Copy the data precisely, keeping every character.

→ Data records
○ ○ ○ ○ ○

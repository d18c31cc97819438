package report

import (
	"encoding/json"
	"fmt"
	"strings"
	"testing"

	"slowpoint/model"
	"slowpoint/model/cell"
	"slowpoint/rules"
)

// imported is a head and a product whose thickness comes from a spreadsheet, and whose other row was edited since.
func imported(h *Head, p *Product) (*Head, *Product) {
	h.Sources = []Source{{"Recipes.xlsx", strings.Repeat("1f", 32)}, {"Recipes-map.xlsx", strings.Repeat("2e", 32)}}
	h.NotImported = 12
	h.Problems = append(h.Problems, cell.Error{At: cell.Ref{Sheet: "Products", Row: p.Product.At.Row, Col: 6}, From: "Recipes.xlsx › Cook-chill!F17", Level: cell.Warning, Typed: "55 mm", Msg: "is unusual here"})
	for i := range p.Readings {
		r := &p.Readings[i]
		switch r.Column {
		case "Thickness":
			r.From = "Recipes.xlsx › Cook-chill!F17"
		case "Temperature is":
			r.From = "edited after import; was Recipes.xlsx › Cook-chill!M17"
		}
	}
	return h, p
}

// TestImportedPlan: every document leads to the cells of the spreadsheets, and names the files with their digests.
func TestImportedPlan(t *testing.T) {
	h, p := imported(trayHead(), trayProduct(t, "Stew"))
	t.Run("text", func(t *testing.T) {
		text := string(write(t, NewText, h, p))
		for _, want := range []string{"\nMade by the import from: Recipes.xlsx, SHA-256 1f1f", "\nMade by the import from: Recipes-map.xlsx, SHA-256 2e2e",
			"- warning, Products!F6 (Recipes.xlsx › Cook-chill!F17): \"55 mm\" is unusual here\n",
			"- Products!F6 (Recipes.xlsx › Cook-chill!F17), Thickness: typed \"60 mm\"",
			"- Steps!I3 (edited after import; was Recipes.xlsx › Cook-chill!M17), Temperature is: left blank"} {
			if !strings.Contains(text, want) {
				t.Errorf("%q is missing in\n%s", want, text)
			}
		}
	})
	t.Run("json", func(t *testing.T) {
		var all struct {
			Plan     struct{ Sources []map[string]string }
			Problems []map[string]string
			Products []struct{ Input []map[string]string }
		}
		if err := json.Unmarshal(write(t, NewJSON, h, p), &all); err != nil {
			t.Fatal(err)
		}
		if got := fmt.Sprint(all.Plan.Sources[0]["file"], " ", all.Plan.Sources[1]["sha256"][:4], " ", len(all.Plan.Sources)); got != "Recipes.xlsx 2e2e 2" {
			t.Errorf("sources %s", got)
		}
		last := all.Problems[len(all.Problems)-1]
		if last["from"] != "Recipes.xlsx › Cook-chill!F17" || last["at"] != "Products!F6" {
			t.Errorf("problem %v", last)
		}
		if _, has := all.Problems[0]["from"]; has {
			t.Errorf("a problem from nowhere has a from: %v", all.Problems[0])
		}
		if in := all.Products[0].Input[1]; in["from"] != "edited after import; was Recipes.xlsx › Cook-chill!M17" || in["at"] != "Steps!I3" {
			t.Errorf("input %v", in)
		}
	})
	t.Run("workbook", func(t *testing.T) {
		f := opened(t, write(t, NewWorkbook, h, p))
		if got := byHeading(t, f, "Input", 2); got["From"] != "Recipes.xlsx › Cook-chill!F17" || got["Cell"] != "Products!F6" {
			t.Errorf("input %v", got)
		}
		rows, err := f.GetRows("Overview")
		if err != nil {
			t.Fatal(err)
		}
		for _, want := range []string{"Made by the import from Recipes.xlsx 1f1f", "Products!F6 (Recipes.xlsx › Cook-chill!F17)"} {
			if !strings.Contains(fmt.Sprint(rows), want) {
				t.Errorf("Overview: %q is missing in %v", want, rows)
			}
		}
	})
}

func TestImportedPlanPDF(t *testing.T) {
	h, p := imported(roastHead(), roast(t, model.Slab, rules.Met))
	text := pdfText(t, productPDF(t, h, p))
	for _, want := range []string{"Imported from Recipes.xlsx (SHA-256 1f1f", "Recipes-map.xlsx (SHA-256 2e2e", "F Thickness (F17): 55 mm → 0.055 m", "I Temperature is (M17): (blank)", "import; was Recipes.xlsx › Cook-chill"} {
		if !strings.Contains(text, want) {
			t.Errorf("product: %q is missing in\n%s", want, text)
		}
	}
	first, _, _ := strings.Cut(pdfText(t, summaryPDF(t, h, manyRows(400))), "page 1 of")
	if want := "12 rows of the spreadsheets were not imported and are not judged here"; !strings.Contains(first, want) {
		t.Errorf("first page of the overview: %q is missing in\n%s", want, first)
	}
	for i := range 30 {
		h.Sources = append(h.Sources, Source{fmt.Sprintf("Card %d.xlsx", i+1), strings.Repeat("3d", 32)})
	}
	if text = pdfText(t, productPDF(t, h, p)); !strings.Contains(text, "and 22 more: all are in summary.pdf") || strings.Contains(text, "Card 9.xlsx") { // 2 + 30 − 10
		t.Errorf("too many or too few files in\n%s", text)
	}
	if text = pdfText(t, summaryPDF(t, h, manyRows(1))); !strings.Contains(text, "Card 30.xlsx (SHA-256 3d3d") {
		t.Errorf("the last file is missing in\n%s", text)
	}
}

// TestNothingImported: without sources no document has a word of them.
func TestNothingImported(t *testing.T) {
	h, p := trayHead(), trayProduct(t, "Stew")
	for name, b := range map[string][]byte{"text": write(t, NewText, h, p), "json": write(t, NewJSON, h, p)} {
		for _, word := range []string{"import", `"from"`, "sources"} {
			if strings.Contains(string(b), word) {
				t.Errorf("%s says %s", name, word)
			}
		}
	}
	if got := byHeading(t, opened(t, write(t, NewWorkbook, h, p)), "Input", 1); got["From"] != "" {
		t.Error("results.xlsx has a column From")
	}
}

// TestSharedSource: the sheet beside a row of the input echo is that of most of its cells; others are told in full.
func TestSharedSource(t *testing.T) {
	at := func(col int, from string) cell.Reading {
		return cell.Reading{At: cell.Ref{Sheet: "Products", Row: 2, Col: col}, From: from, Column: "X", Typed: "1", Used: "1"}
	}
	rs := []cell.Reading{at(1, "map.xlsx › Constants!E4"), at(2, "A.xlsx › S!B2"), at(3, "A.xlsx › S!C2"), at(4, "A.xlsx › S2!B1"), at(5, ""), at(6, "A.xlsx")}
	if got := sharedSource(rs); got != "A.xlsx › S" {
		t.Errorf("shared %q", got)
	}
	if got, want := echoed(rs), "A X (map.xlsx › Constants!E4): 1 · B X (B2): 1 · C X (C2): 1 · D X (A.xlsx › S2!B1): 1 · E X: 1 · F X (A.xlsx): 1"; got != want {
		t.Errorf("%s, want %s", got, want)
	}
	if got := sharedSource([]cell.Reading{at(1, "")}); got != "" {
		t.Errorf("shared %q by cells from nowhere", got)
	}
}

○ ○ ○ ○ ○

→ WRITTEN ANSWER
repository d18c31cc97819438
package report

import (
	"encoding/json"
	"fmt"
	"strings"
	"testing"

	"slowpoint/model"
	"slowpoint/model/cell"
	"slowpoint/rules"
)

// imported is a head and a product whose thickness comes from a spreadsheet, and whose other row was edited since.
func imported(h *Head, p *Product) (*Head, *Product) {
	h.Sources = []Source{{"Recipes.xlsx", strings.Repeat("1f", 32)}, {"Recipes-map.xlsx", strings.Repeat("2e", 32)}}
	h.NotImported = 12
	h.Problems = append(h.Problems, cell.Error{At: cell.Ref{Sheet: "Products", Row: p.Product.At.Row, Col: 6}, From: "Recipes.xlsx › Cook-chill!F17", Level: cell.Warning, Typed: "55 mm", Msg: "is unusual here"})
	for i := range p.Readings {
		r := &p.Readings[i]
		switch r.Column {
		case "Thickness":
			r.From = "Recipes.xlsx › Cook-chill!F17"
		case "Temperature is":
			r.From = "edited after import; was Recipes.xlsx › Cook-chill!M17"
		}
	}
	return h, p
}

// TestImportedPlan: every document leads to the cells of the spreadsheets, and names the files with their digests.
func TestImportedPlan(t *testing.T) {
	h, p := imported(trayHead(), trayProduct(t, "Stew"))
	t.Run("text", func(t *testing.T) {
		text := string(write(t, NewText, h, p))
		for _, want := range []string{"\nMade by the import from: Recipes.xlsx, SHA-256 1f1f", "\nMade by the import from: Recipes-map.xlsx, SHA-256 2e2e",
			"- warning, Products!F6 (Recipes.xlsx › Cook-chill!F17): \"55 mm\" is unusual here\n",
			"- Products!F6 (Recipes.xlsx › Cook-chill!F17), Thickness: typed \"60 mm\"",
			"- Steps!I3 (edited after import; was Recipes.xlsx › Cook-chill!M17), Temperature is: left blank"} {
			if !strings.Contains(text, want) {
				t.Errorf("%q is missing in\n%s", want, text)
			}
		}
	})
	t.Run("json", func(t *testing.T) {
		var all struct {
			Plan     struct{ Sources []map[string]string }
			Problems []map[string]string
			Products []struct{ Input []map[string]string }
		}
		if err := json.Unmarshal(write(t, NewJSON, h, p), &all); err != nil {
			t.Fatal(err)
		}
		if got := fmt.Sprint(all.Plan.Sources[0]["file"], " ", all.Plan.Sources[1]["sha256"][:4], " ", len(all.Plan.Sources)); got != "Recipes.xlsx 2e2e 2" {
			t.Errorf("sources %s", got)
		}
		last := all.Problems[len(all.Problems)-1]
		if last["from"] != "Recipes.xlsx › Cook-chill!F17" || last["at"] != "Products!F6" {
			t.Errorf("problem %v", last)
		}
		if _, has := all.Problems[0]["from"]; has {
			t.Errorf("a problem from nowhere has a from: %v", all.Problems[0])
		}
		if in := all.Products[0].Input[1]; in["from"] != "edited after import; was Recipes.xlsx › Cook-chill!M17" || in["at"] != "Steps!I3" {
			t.Errorf("input %v", in)
		}
	})
	t.Run("workbook", func(t *testing.T) {
		f := opened(t, write(t, NewWorkbook, h, p))
		if got := byHeading(t, f, "Input", 2); got["From"] != "Recipes.xlsx › Cook-chill!F17" || got["Cell"] != "Products!F6" {
			t.Errorf("input %v", got)
		}
		rows, err := f.GetRows("Overview")
		if err != nil {
			t.Fatal(err)
		}
		for _, want := range []string{"Made by the import from Recipes.xlsx 1f1f", "Products!F6 (Recipes.xlsx › Cook-chill!F17)"} {
			if !strings.Contains(fmt.Sprint(rows), want) {
				t.Errorf("Overview: %q is missing in %v", want, rows)
			}
		}
	})
}

func TestImportedPlanPDF(t *testing.T) {
	h, p := imported(roastHead(), roast(t, model.Slab, rules.Met))
	text := pdfText(t, productPDF(t, h, p))
	for _, want := range []string{"Imported from Recipes.xlsx (SHA-256 1f1f", "Recipes-map.xlsx (SHA-256 2e2e", "F Thickness (F17): 55 mm → 0.055 m", "I Temperature is (M17): (blank)", "import; was Recipes.xlsx › Cook-chill"} {
		if !strings.Contains(text, want) {
			t.Errorf("product: %q is missing in\n%s", want, text)
		}
	}
	first, _, _ := strings.Cut(pdfText(t, summaryPDF(t, h, manyRows(400))), "page 1 of")
	if want := "12 rows of the spreadsheets were not imported and are not judged here"; !strings.Contains(first, want) {
		t.Errorf("first page of the overview: %q is missing in\n%s", want, first)
	}
	for i := range 30 {
		h.Sources = append(h.Sources, Source{fmt.Sprintf("Card %d.xlsx", i+1), strings.Repeat("3d", 32)})
	}
	if text = pdfText(t, productPDF(t, h, p)); !strings.Contains(text, "and 22 more: all are in summary.pdf") || strings.Contains(text, "Card 9.xlsx") { // 2 + 30 − 10
		t.Errorf("too many or too few files in\n%s", text)
	}
	if text = pdfText(t, summaryPDF(t, h, manyRows(1))); !strings.Contains(text, "Card 30.xlsx (SHA-256 3d3d") {
		t.Errorf("the last file is missing in\n%s", text)
	}
}

// TestNothingImported: without sources no document has a word of them.
func TestNothingImported(t *testing.T) {
	h, p := trayHead(), trayProduct(t, "Stew")
	for name, b := range map[string][]byte{"text": write(t, NewText, h, p), "json": write(t, NewJSON, h, p)} {
		for _, word := range []string{"import", `"from"`, "sources"} {
			if strings.Contains(string(b), word) {
				t.Errorf("%s says %s", name, word)
			}
		}
	}
	if got := byHeading(t, opened(t, write(t, NewWorkbook, h, p)), "Input", 1); got["From"] != "" {
		t.Error("results.xlsx has a column From")
	}
}

// TestSharedSource: the sheet beside a row of the input echo is that of most of its cells; others are told in full.
func TestSharedSource(t *testing.T) {
	at := func(col int, from string) cell.Reading {
		return cell.Reading{At: cell.Ref{Sheet: "Products", Row: 2, Col: col}, From: from, Column: "X", Typed: "1", Used: "1"}
	}
	rs := []cell.Reading{at(1, "map.xlsx › Constants!E4"), at(2, "A.xlsx › S!B2"), at(3, "A.xlsx › S!C2"), at(4, "A.xlsx › S2!B1"), at(5, ""), at(6, "A.xlsx")}
	if got := sharedSource(rs); got != "A.xlsx › S" {
		t.Errorf("shared %q", got)
	}
	if got, want := echoed(rs), "A X (map.xlsx › Constants!E4): 1 · B X (B2): 1 · C X (C2): 1 · D X (A.xlsx › S2!B1): 1 · E X: 1 · F X (A.xlsx): 1"; got != want {
		t.Errorf("%s, want %s", got, want)
	}
	if got := sharedSource([]cell.Reading{at(1, "")}); got != "" {
		t.Errorf("shared %q by cells from nowhere", got)
	}
}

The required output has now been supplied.